START EXERCISE DATA

package iridepth.photo;

import static org.junit.jupiter.api.Assertions.assertArrayEquals;
import static org.junit.jupiter.api.Assertions.assertEquals;
import static org.junit.jupiter.api.Assertions.assertThrows;
import static org.junit.jupiter.api.Assertions.assertTrue;

import java.nio.file.Path;
import java.util.Optional;
import java.util.stream.IntStream;
import org.junit.jupiter.api.Test;
import org.junit.jupiter.api.io.TempDir;

class SignalSourceTest {

    private static final NoiseModel NOISE = NoiseModel.of(20, 20000);

    @TempDir
    private Path folder;

    @Test
    void withoutDarkAndFlatTheValueIsTheLinearCount() {
        Path path = Pictures.tiff(folder.resolve("a.tif"), 4, 2, 1, 16, (x, y, c) -> 1000 * (1 + x + 4 * y));
        try (PhotoFile photo = PhotoFile.open(path)) {
            SignalSource source = SignalSource.of(photo, Encoding.linear(65535), Optional.empty(), Optional.empty(), NOISE);
            Signal signal = source.rows(0, 1, 1);
            assertEquals(6000 / 65535.0, signal.value()[1], 1e-7);
            double variance = 1e-6 + 6000 / 65535.0 / 20000 + 1 / (12 * 65535.0 * 65535.0);
            assertEquals(variance, source.variance(0, signal.value()[1], 1), 1e-6 * variance);
            assertArrayEquals(new byte[4], signal.limit());
        }
    }

    /** A uniform rounding error of one count has a variance of 1/12 count^2; sRGB counts are 2.4/1.055/255 apart near white. */
    @Test
    void roundingCountsWithTheSlopeOfTheEncoding() {
        Path path = Pictures.tiff(folder.resolve("a.tif"), 2, 1, 1, 8, (x, y, c) -> x == 0 ? 254 : 5);
        try (PhotoFile photo = PhotoFile.open(path)) {
            NoiseModel silent = NoiseModel.of(0, 1e12);
            SignalSource source = SignalSource.of(photo, Encoding.srgb(8), Optional.empty(), Optional.empty(), silent);
            Signal signal = source.rows(0, 0, 1);
            double step = 2.4 / 1.055 / 255 * Math.pow((254 / 255.0 + 0.055) / 1.055, 1.4);
            assertEquals(step * step / 12, source.variance(0, signal.value()[0], 1), 1e-4 * step * step / 12);
            double dark = 1 / 12.92 / 255;
            assertEquals(dark * dark / 12, source.variance(0, signal.value()[1], 1), 1e-3 * dark * dark / 12);
        }
    }

    @Test
    void darkAndFlatGiveTheRatioToTheFlatSurface() {
        Camera.Scene shade = (x, y, c) -> 0.5 - 0.001 * x + 0.0005 * y + 0.05 * c;
        Path darkPath = new Camera(1e12, 0, 0.02, 16, false, 1).photograph(folder.resolve("d.tif"), 96, 64, 3, (x, y, c) -> 0);
        Path flatPath = new Camera(1e12, 0, 0.02, 16, false, 1).photograph(folder.resolve("f.tif"), 96, 64, 3, shade);
        Camera camera = new Camera(20000, 0.001, 0.02, 16, false, 2);
        Path photoPath = camera.photograph(folder.resolve("p.tif"), 96, 64, 3, (x, y, c) -> 0.7 * shade.at(x, y, c));
        Encoding linear = Encoding.linear(65535);
        try (PhotoFile dark = PhotoFile.open(darkPath); PhotoFile flat = PhotoFile.open(flatPath);
                PhotoFile photo = PhotoFile.open(photoPath)) {
            ShadingField darkField = ShadingField.dark(dark, linear);
            ShadingField flatField = ShadingField.flat(flat, linear, Optional.of(darkField));
            SignalSource source = SignalSource.of(photo, linear, Optional.of(darkField), Optional.of(flatField),
                    NoiseModel.of(20, 20000));
            Signal signal = source.rows(0, 0, 64);
            double squares = 0;
            for (int i = 0; i < signal.value().length; i++) {
                squares += Math.pow(signal.value()[i] - 0.7, 2) / source.variance(i % 3, 0.7, signal.light()[i / 3]);
            }
            int n = signal.value().length;
            assertEquals(1, squares / n, 4 * Math.sqrt(2.0 / n), "squared error in units of the stated variance");
            assertEquals(0.7, RegionStatistics.of(signal)[1].mean(), 4 * RegionStatistics.of(signal)[1].standardError());
        }
    }

    @Test
    void bothEndsOfTheScaleAreLimits() {
        int[] counts = {0, 1, 254, 255};
        Path path = Pictures.tiff(folder.resolve("a.tif"), 4, 1, 1, 8, (x, y, c) -> counts[x]);
        try (PhotoFile photo = PhotoFile.open(path)) {
            Signal signal = SignalSource.of(photo, Encoding.srgb(8), Optional.empty(), Optional.empty(), NOISE).rows(0, 0, 1);
            assertArrayEquals(new byte[] {Signal.AT_MOST, Signal.MEASURED, Signal.MEASURED, Signal.AT_LEAST}, signal.limit());
        }
    }

    @Test
    void countsAboveTheGivenFullScaleAreClipped() {
        int[] counts = {4094, 4095, 5000};
        Path path = Pictures.tiff(folder.resolve("a.tif"), 3, 1, 1, 16, (x, y, c) -> counts[x]);
        try (PhotoFile photo = PhotoFile.open(path)) {
            SignalSource source = SignalSource.of(photo, Encoding.linear(4095), Optional.empty(), Optional.empty(), NOISE);
            assertArrayEquals(new byte[] {0, 1, 1}, source.rows(0, 0, 1).limit());
        }
    }

    @Test
    void aSensorThatFillsBelowFullScaleIsClippedWhereItPilesUp() {
        Camera camera = Camera.linear(20000, 0.001, 3);
        double[] light = camera.linear(200, 100, 1, (x, y, c) -> 0.2 + 0.005 * x);
        Path path = Pictures.tiff(folder.resolve("a.tif"), 200, 100, 1, 16,
                (x, y, c) -> Math.min(61200, camera.count(light[y * 200 + x])));
        try (PhotoFile photo = PhotoFile.open(path)) {
            SignalSource source = SignalSource.of(photo, Encoding.linear(65535), Optional.empty(), Optional.empty(), NOISE);
            assertEquals(61200, source.saturation(0));
            assertEquals(Signal.AT_LEAST, source.rows(0, 50, 1).limit()[199]);
            assertEquals(Signal.MEASURED, source.rows(0, 50, 1).limit()[100]);
        }
    }

    @Test
    void aPhotoThatDoesNotPileUpIsClippedAtFullScaleOnly() {
        Path path = Camera.linear(20000, 0.001, 4).photograph(folder.resolve("a.tif"), 200, 100, 1, (x, y, c) -> 0.95);
        try (PhotoFile photo = PhotoFile.open(path)) {
            assertEquals(65535, SignalSource.of(photo, Encoding.linear(65535), Optional.empty(), Optional.empty(), NOISE)
                    .saturation(0));
        }
    }

    @Test
    void bandsInAnyOrderAndFromSeveralThreadsGiveTheSame() {
        Path path = Camera.linear(20000, 0.001, 5).photograph(folder.resolve("a.tif"), 50, 60, 3,
                (x, y, c) -> 0.3 + 0.01 * x);
        try (PhotoFile photo = PhotoFile.open(path)) {
            Encoding linear = Encoding.linear(65535);
            ShadingField flat = ShadingField.flat(photo, linear, Optional.empty());
            SignalSource source = SignalSource.of(photo, linear, Optional.empty(), Optional.of(flat), NOISE);
            Signal all = source.rows(0, 0, 60);
            assertTrue(IntStream.range(0, 60).parallel().allMatch(y -> {
                float[] row = source.rows(0, y, 1).value();
                return java.util.Arrays.equals(row, 0, 150, all.value(), y * 150, y * 150 + 150);
            }));
            Signal part = source.region(0, new Region(7, 11, 5, 6));
            assertEquals(all.value()[(13 * 50 + 9) * 3 + 2], part.value()[(2 * 5 + 2) * 3 + 2]);
        }
    }

    @Test
    void partsThatDoNotBelongTogetherAreRefused() {
        Path path = Pictures.tiff(folder.resolve("a.tif"), 40, 30, 1, 8, (x, y, c) -> 100);
        Path other = Pictures.tiff(folder.resolve("b.tif"), 40, 31, 1, 8, (x, y, c) -> 100);
        try (PhotoFile photo = PhotoFile.open(path); PhotoFile flat = PhotoFile.open(other)) {
            ShadingField field = ShadingField.flat(flat, Encoding.srgb(8), Optional.empty());
            assertEquals(other + ": this flat has 40 x 31 pixels, but " + path + " has 40 x 30; take both with the same camera "
                    + "settings", assertThrows(PhotoException.class, () -> SignalSource.of(photo, Encoding.srgb(8),
                            Optional.empty(), Optional.of(field), NOISE)).getMessage());
            SignalSource source = SignalSource.of(photo, Encoding.srgb(8), Optional.empty(), Optional.empty(), NOISE);
            assertEquals(path + ": the region [30, 0, 11, 5] reaches outside its 40 x 30 pixels; give [x, y, width, height] "
                    + "within them", assertThrows(PhotoException.class, () -> source.region(0, new Region(30, 0, 11, 5)))
                            .getMessage());
        }
    }
}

END EXERCISE DATA

* DESCRIPTION OF THE TASK
Search the entries above for "photograph". Show every line that has it.

* ANSWER FOR THE TASK
        Path darkPath = new Camera(1e12, 0, 0.02, 16, false, 1).photograph(folder.resolve("d.tif"), 96, 64, 3, (x, y, c) -> 0);
        Path flatPath = new Camera(1e12, 0, 0.02, 16, false, 1).photograph(folder.resolve("f.tif"), 96, 64, 3, shade);
        Path photoPath = camera.photograph(folder.resolve("p.tif"), 96, 64, 3, (x, y, c) -> 0.7 * shade.at(x, y, c));
        Path path = Camera.linear(20000, 0.001, 4).photograph(folder.resolve("a.tif"), 200, 100, 1, (x, y, c) -> 0.95);
        Path path = Camera.linear(20000, 0.001, 5).photograph(folder.resolve("a.tif"), 50, 60, 3,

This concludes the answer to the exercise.